%%
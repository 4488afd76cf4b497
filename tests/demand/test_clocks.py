"""When meters are read: ends of steps, changes only, summer time, zones."""

import datetime as dt

import numpy as np
import pandas as pd
import pytest

from evenfire.demand.read import demand_record
from tests.demand.record_files import FLOW_KG_H, TIMES, assert_reads, cells, codes, form, refusal, write

RNG = np.random.default_rng(8)


def test_stamps_at_the_end_of_the_step_move_the_start(tmp_path):
    """The first quarter hour ends at 00:15."""
    path = write(tmp_path / "steam.csv", cells(times=TIMES + pd.Timedelta("15min")))
    assert_reads(path, stamp="end")


def test_change_only_logging_is_averaged_by_the_time_values_held(tmp_path):
    """One-second rows only where the value changes give the same means as the full series."""
    seconds = np.repeat(np.round(3000.0 * RNG.random(1440), 1), 60)
    seconds[RNG.integers(0, seconds.size, 3000)] = 4321.0
    changed = np.flatnonzero(np.diff(seconds, prepend=-1.0) != 0.0)
    changed = np.append(changed, seconds.size)
    times = pd.Timestamp("2026-02-02") + pd.to_timedelta(changed, unit="s")
    values = np.append(seconds, 0.0)[changed]
    path = write(tmp_path / "steam.csv", cells(values, times, "%Y-%m-%d %H:%M:%S"))
    record = assert_reads(path, seconds.reshape(-1, 60).mean(axis=1), logging="on change", step_s=60.0)
    assert codes(record) == ["R199"]
    assert "R111" in refusal(path, logging="on change", step_s=60.0, largest_gap_s=30.0)
    assert "R113" in refusal(path, logging="on change")
    text = refusal(path, gaps="hold")
    assert "of the steps of 1 s: logged on change, or full of gaps" in text
    assert "R109" in text


def test_counter_logged_on_change_keeps_all_steam(tmp_path):
    """Pulses of 100 kg at odd times add up to the same steam."""
    moments = np.unique(np.concatenate([[0.0, 86_400.0], np.round(86_400.0 * RNG.random(900), 1)]))
    times = pd.Timestamp("2026-02-02") + pd.to_timedelta(moments, unit="s")
    readings = 100.0 * np.arange(moments.size)
    columns = {"time": list(times.strftime("%Y-%m-%d %H:%M:%S.%f")), "steam": [f"{x:.1f}" for x in readings]}
    path = write(tmp_path / "steam.csv", columns)
    record = demand_record(path, form(flow_unit="kg", logging="on change", step_s=300.0))
    assert record.flow_kg_s.sum() * 300.0 == pytest.approx(readings[-1], rel=1e-9)
    expected = np.diff(np.interp(np.arange(0.0, 86_401.0, 300.0), moments, readings)) / 300.0
    np.testing.assert_allclose(record.flow_kg_s, expected, atol=1e-9)


def local_day(date, zone="Europe/Berlin", days=2):
    """Hours of local time around a change of the clock, as a logger that follows it writes them."""
    start = pd.Timestamp(date, tz=zone)
    return pd.date_range(start, start + pd.Timedelta(days=days), freq="h", inclusive="left")


def test_the_hour_that_summer_time_skips_is_no_gap(tmp_path):
    """With the zone stated, spring has 24 real hours; without it both readings are shown."""
    times = local_day("2026-03-29")
    flow = FLOW_KG_H[: times.size]
    path = write(tmp_path / "steam.csv", cells(flow, times))
    record = assert_reads(path, flow, dt.datetime(2026, 3, 29), zone="Europe/Berlin")
    assert codes(record) == ["R197"]
    text = refusal(path, gaps="hold")
    assert "a gap in the record, or the hour that summer time skips" in text
    assert "R125" in text
    assert "R110" in refusal(path, zone="fixed")


def test_the_hour_that_autumn_repeats_is_told_apart(tmp_path):
    """The clock goes back once; without a zone the repeated stamps are refused."""
    times = local_day("2026-10-25")
    flow = FLOW_KG_H[: times.size]
    path = write(tmp_path / "steam.csv", cells(flow, times))
    assert_reads(path, flow, dt.datetime(2026, 10, 25), zone="Europe/Berlin")
    assert "R108" in refusal(path)


def test_a_repeated_hour_that_stands_there_once_is_refused(tmp_path):
    """Which of the two hours is missing cannot be known."""
    times = local_day("2026-10-25")
    kept = np.ones(times.size, dtype=bool)
    kept[3] = False
    path = write(tmp_path / "steam.csv", cells(FLOW_KG_H[: times.size][kept], times[kept]))
    assert "they may be summer time or winter time" in refusal(path, zone="Europe/Berlin")


def test_times_in_the_skipped_hour_disprove_the_zone(tmp_path):
    """A clock that shows 02:30 on that night is never changed."""
    times = pd.date_range("2026-03-29", periods=48, freq="h")
    path = write(tmp_path / "steam.csv", cells(FLOW_KG_H[:48], times))
    assert "the hour that Europe/Berlin skips, first 2026-03-29 02:00:00" in refusal(
        path, zone="Europe/Berlin"
    )
    assert_reads(path, FLOW_KG_H[:48], times[0], zone="fixed")


def test_stamps_with_offsets_are_instants(tmp_path):
    """Offsets that change with summer time give one even clock; UTC needs to know the site."""
    times = local_day("2026-03-29")
    flow = FLOW_KG_H[: times.size]
    written = {"time": [time.isoformat() for time in times], "steam": cells(flow, times)["steam"]}
    assert_reads(write(tmp_path / "offset.csv", written), flow, dt.datetime(2026, 3, 29))
    utc = cells(flow, times.tz_convert("UTC"), "%Y-%m-%dT%H:%M:%SZ")
    path = write(tmp_path / "utc.csv", utc)
    assert "time stamps in UTC" in refusal(path)
    assert_reads(path, flow, dt.datetime(2026, 3, 29), zone="Europe/Berlin")
    assert_reads(path, flow, dt.datetime(2026, 3, 28, 23), zone="fixed")


def test_unknown_zone_is_refused(tmp_path):
    """A zone must be one the system knows."""
    assert "R124" in refusal(write(tmp_path / "steam.csv", cells()), zone="Europe/Atlantis")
%%
TASK TO CARRY OUT:
Your answer should consist of the lines of the listing that contain "arange", copied as they stand.

RESULT FOR THIS EXERCISE:
    readings = 100.0 * np.arange(moments.size)
    expected = np.diff(np.interp(np.arange(0.0, 86_401.0, 300.0), moments, readings)) / 300.0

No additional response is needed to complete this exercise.